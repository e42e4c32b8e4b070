r"""The plot of a load: envelopes, weight limits, the phases and the burn between them, as one SVG text.

    weight ^        .--------------  take-off limit    limits: broken lines, named at the right
           |   ____/ R T     \       8750 lb           envelopes: closed lines, named at the right
           |  /      M L   Z  |----  normal envelope   phases: a shape and a letter each
           +------------------------> arm, or moment where the envelope's edges are straight in it

Where an operator's margins move edges in, what is left is a row of round dots inside the certified line.

Black on white; nothing depends on colour. It draws and decides nothing: binary floats are used here and
nowhere near a verdict.
"""

from collections.abc import Iterable, Mapping, Sequence
from dataclasses import dataclass
from fractions import Fraction
from typing import Any

from fleet.basis import Axis, Envelope
from fleet.curtailment import Curtailment
from loads.plot_marks import MARKS, Mark, drawn_marks
from loads.plot_operational import Outline, drawn_outline, operational
from loads.plot_path import burn_line, worst_mark
from loads.plot_scale import Scale, ticks
from loads.svg import corners, element, label, line, picture, short

DASHES = ("none", "7 3", "2 2", "9 3 2 3")
LONGEST_WHOLE = 4  # figures before the point that are not set apart
ROW = 10.0  # from one line of a label to the next
NAMES = {
    ("longitudinal", "arm"): "centre of gravity, arm",
    ("longitudinal", "moment"): "moment",
    ("lateral", "arm"): "lateral centre of gravity, arm",
    ("lateral", "moment"): "lateral moment",
}


@dataclass(frozen=True, slots=True)
class Frame:
    """The drawing and the rectangle of the curves in it, in SVG units; names stand to the right of that."""

    width: float = 470.0
    height: float = 300.0
    left: float = 50.0
    right: float = 342.0
    top: float = 10.0
    bottom: float = 266.0


STANDARD = Frame()


def plot(
    result: Mapping[str, Any],
    envelopes: Sequence[Envelope],
    *,
    axis: Axis = "longitudinal",
    weight_word: str = "weight",
    frame: Frame = STANDARD,
    curtailments: Sequence[Curtailment] = (),
) -> str:
    """This function will return an SVG text of the result document against the envelopes of one axis.

    `envelopes` are in the units of the result (`result["units"]`); those of the other axis are left out, and
    so are `curtailments` that move no edge of theirs.
    Returns "" when there is nothing to draw: no phases, or no envelope of that axis. Aft and right: positive.
    """
    shown = [envelope for envelope in envelopes if envelope.axis == axis]
    if not shown or not result["phases"]:
        return ""
    plane = shown[0].plane
    shown = [envelope for envelope in shown if envelope.plane == plane]
    inside = operational(shown, curtailments) if curtailments else []
    marks = _marks(result, axis, plane)
    units = result["units"]
    limits = _weight_limits(result["checks"], units["weight"])
    corner_points = [point for envelope in shown for point in envelope.points]
    across = [float(point[0]) for point in corner_points] + [mark.x for mark in marks]
    up = [float(point[1]) for point in corner_points] + [mark.y for mark in marks] + list(limits)
    x, y = Scale.around(across, frame.left, frame.right), Scale.around(up, frame.bottom, frame.top)
    unit = units["moment" if plane == "moment" else "length"]
    parts = [
        *grid(x, y, frame, sided=axis == "lateral"),
        *titles(frame, f"{NAMES[axis, plane]}, {unit}", f"{weight_word}, {units['weight']}"),
        *(_curve(envelope, number, x, y) for number, envelope in enumerate(shown)),
        *(drawn_outline(outline, x, y) for outline in inside),
        *(line((frame.left, y.at(v)), (frame.right, y.at(v)), stroke_dasharray="4 2") for v in limits),
        *_names(_wanted(shown, inside, limits, x, y, right=frame.right), frame),
        *burn_line(result, axis, plane, x, y),
        *drawn_marks(marks, x, y, frame.right),
    ]
    told = "; ".join(
        f"{mark.phase}: {short(mark.y)} {units['weight']} at {short(mark.x)} {unit}" for mark in marks
    )
    return picture(parts, frame.width, frame.height, told)


def _marks(result: Mapping[str, Any], axis: Axis, plane: str) -> list[Mark]:
    """The marks of the phases, and of the worst point of the burn."""
    phases = [
        Mark(
            MARKS[phase["phase"]],
            phase["phase"],
            _across(phase, axis, plane),
            float(Fraction(phase["weight"])),
        )
        for phase in result["phases"]
    ]
    return phases + worst_mark(result, axis, plane)


def _across(phase: Mapping[str, Any], axis: Axis, plane: str) -> float:
    if axis == "longitudinal":
        return float(Fraction(phase["moment"] if plane == "moment" else phase["arm"]))
    arm = Fraction(phase["lateral_arm"])
    return float(arm * Fraction(phase["weight"]) if plane == "moment" else arm)


def _weight_limits(checks: Iterable[Mapping[str, Any]], unit: str) -> dict[float, tuple[str, ...]]:
    """The upper limit of each weight check, with the lines of its label."""
    named: dict[float, list[str]] = {}
    for check in checks:
        family = check["code"].partition(".")[0]
        if family in {"weight", "performance"} and check["limit"]:
            name = (check["phase"] or "in-flight") if family == "weight" else check["source"]
            if check["code"].endswith("-internal"):
                name = "without external load"
            names = named.setdefault(float(Fraction(check["limit"])), [])
            if name not in names:
                names.append(name)
    return {v: broken(f"{', '.join(phases)} limit {short(v)} {unit}") for v, phases in named.items()}


def grid(x: Scale, y: Scale, frame: Frame, *, sided: bool, sided_up: bool = False) -> list[str]:
    """This function will return the frame with its lines; figures of a sided axis are written L and R."""
    parts = []
    for value in ticks(x):
        at = x.at(value)
        parts += [
            line((at, frame.top), (at, frame.bottom), stroke="#ccc"),
            label(_tick(value, sided=sided), (at, frame.bottom + 11), text_anchor="middle"),
        ]
    for value in ticks(y):
        at = y.at(value)
        parts += [
            line((frame.left, at), (frame.right, at), stroke="#ccc"),
            label(_tick(value, sided=sided_up), (frame.left - 4, at + 3), text_anchor="end"),
        ]
    edge = element(
        "rect",
        x=frame.left,
        y=frame.top,
        width=frame.right - frame.left,
        height=frame.bottom - frame.top,
        fill="none",
        stroke="#000",
        stroke_width=0.6,
    )
    return [*parts, edge]


def _tick(value: float, *, sided: bool = False) -> str:
    """A figure on an axis: thousands of long ones set apart, sides as letters, never as a bare sign."""
    whole, _, part = short(abs(value)).partition(".")
    if len(whole) > LONGEST_WHOLE:
        whole = f"{int(whole):,}".replace(",", "\u00a0")
    side = ("L " if sided else "\u2212") if value < 0 else "R " if sided and value > 0 else ""
    return f"{side}{whole}.{part}" if part else f"{side}{whole}"


def titles(frame: Frame, across: str, up: str) -> list[str]:
    """This function will return the titles of both axes."""
    middle, height = (frame.left + frame.right) / 2, (frame.top + frame.bottom) / 2
    turned = f"translate(10 {short(height)}) rotate(-90)"
    return [
        label(across, (middle, frame.height - 9), text_anchor="middle"),
        element("text", words=up, transform=turned, text_anchor="middle"),
    ]


def _curve(envelope: Envelope, number: int, x: Scale, y: Scale) -> str:
    points = corners([(x.at(float(across)), y.at(float(weight))) for across, weight in envelope.points])
    dash = DASHES[number % len(DASHES)]
    return element(
        "polygon", points=points, fill="none", stroke="#000", stroke_width=1.5, stroke_dasharray=dash
    )


@dataclass(frozen=True, slots=True)
class Name:
    """A label at the right of the curves: what it names begins at `start`, its lines of words follow."""

    start: tuple[float, float]
    lines: tuple[str, ...]


def _wanted(
    envelopes: Sequence[Envelope],
    inside: Sequence[Outline],
    limits: Mapping[float, tuple[str, ...]],
    x: Scale,
    y: Scale,
    *,
    right: float,
) -> list[Name]:
    names = [Name((x.at(outline.far[0]), y.at(outline.far[1])), broken(outline.name)) for outline in inside]
    names += [Name((right, y.at(value)), words) for value, words in limits.items()]
    for envelope in envelopes:
        far = max(envelope.points, key=lambda point: (point[0], -point[1]))
        words = f"{envelope.id} envelope: {', '.join(envelope.phases)}"
        names.append(Name((x.at(float(far[0])), y.at(float(far[1]))), broken(words)))
    return sorted(names, key=lambda name: name.start[1])


def _names(names: Sequence[Name], frame: Frame) -> list[str]:
    """Write the labels below each other, each as near to its own height as the ones above leave room."""
    parts = []
    free = frame.top + 3
    for name in names:
        top = max(name.start[1], free)
        way = [name.start, (frame.right, name.start[1]), (frame.right + 8, top)]
        parts.append(element("polyline", points=corners(way), fill="none", stroke="#000", stroke_width=0.5))
        for row, words in enumerate(name.lines):
            parts.append(label(words, (frame.right + 11, top + 3 + row * ROW), font_size=8.5))
        free = top + ROW * len(name.lines) + 1
    return parts


def broken(text: str, width: int = 25) -> tuple[str, ...]:
    """This function will break a label into lines of at most `width` characters; a longer word is cut."""
    lines = [""]
    for word in text.split():
        if lines[-1] and len(lines[-1]) + len(word) >= width:
            lines.append("")
        lines[-1] = f"{lines[-1]} {word[:width]}".strip()
    return tuple(lines)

══════════════════════════════

▶ _Task statement_: Lines from the beginning of the data above through the line containing "of one axis." are to be returned exactly, and no others.

▶ _Solution for this exercise_:
repository e42e4c32b8e4b070
r"""The plot of a load: envelopes, weight limits, the phases and the burn between them, as one SVG text.

    weight ^        .--------------  take-off limit    limits: broken lines, named at the right
           |   ____/ R T     \       8750 lb           envelopes: closed lines, named at the right
           |  /      M L   Z  |----  normal envelope   phases: a shape and a letter each
           +------------------------> arm, or moment where the envelope's edges are straight in it

Where an operator's margins move edges in, what is left is a row of round dots inside the certified line.

Black on white; nothing depends on colour. It draws and decides nothing: binary floats are used here and
nowhere near a verdict.
"""

from collections.abc import Iterable, Mapping, Sequence
from dataclasses import dataclass
from fractions import Fraction
from typing import Any

from fleet.basis import Axis, Envelope
from fleet.curtailment import Curtailment
from loads.plot_marks import MARKS, Mark, drawn_marks
from loads.plot_operational import Outline, drawn_outline, operational
from loads.plot_path import burn_line, worst_mark
from loads.plot_scale import Scale, ticks
from loads.svg import corners, element, label, line, picture, short

DASHES = ("none", "7 3", "2 2", "9 3 2 3")
LONGEST_WHOLE = 4  # figures before the point that are not set apart
ROW = 10.0  # from one line of a label to the next
NAMES = {
    ("longitudinal", "arm"): "centre of gravity, arm",
    ("longitudinal", "moment"): "moment",
    ("lateral", "arm"): "lateral centre of gravity, arm",
    ("lateral", "moment"): "lateral moment",
}


@dataclass(frozen=True, slots=True)
class Frame:
    """The drawing and the rectangle of the curves in it, in SVG units; names stand to the right of that."""

    width: float = 470.0
    height: float = 300.0
    left: float = 50.0
    right: float = 342.0
    top: float = 10.0
    bottom: float = 266.0


STANDARD = Frame()


def plot(
    result: Mapping[str, Any],
    envelopes: Sequence[Envelope],
    *,
    axis: Axis = "longitudinal",
    weight_word: str = "weight",
    frame: Frame = STANDARD,
    curtailments: Sequence[Curtailment] = (),
) -> str:
    """This function will return an SVG text of the result document against the envelopes of one axis.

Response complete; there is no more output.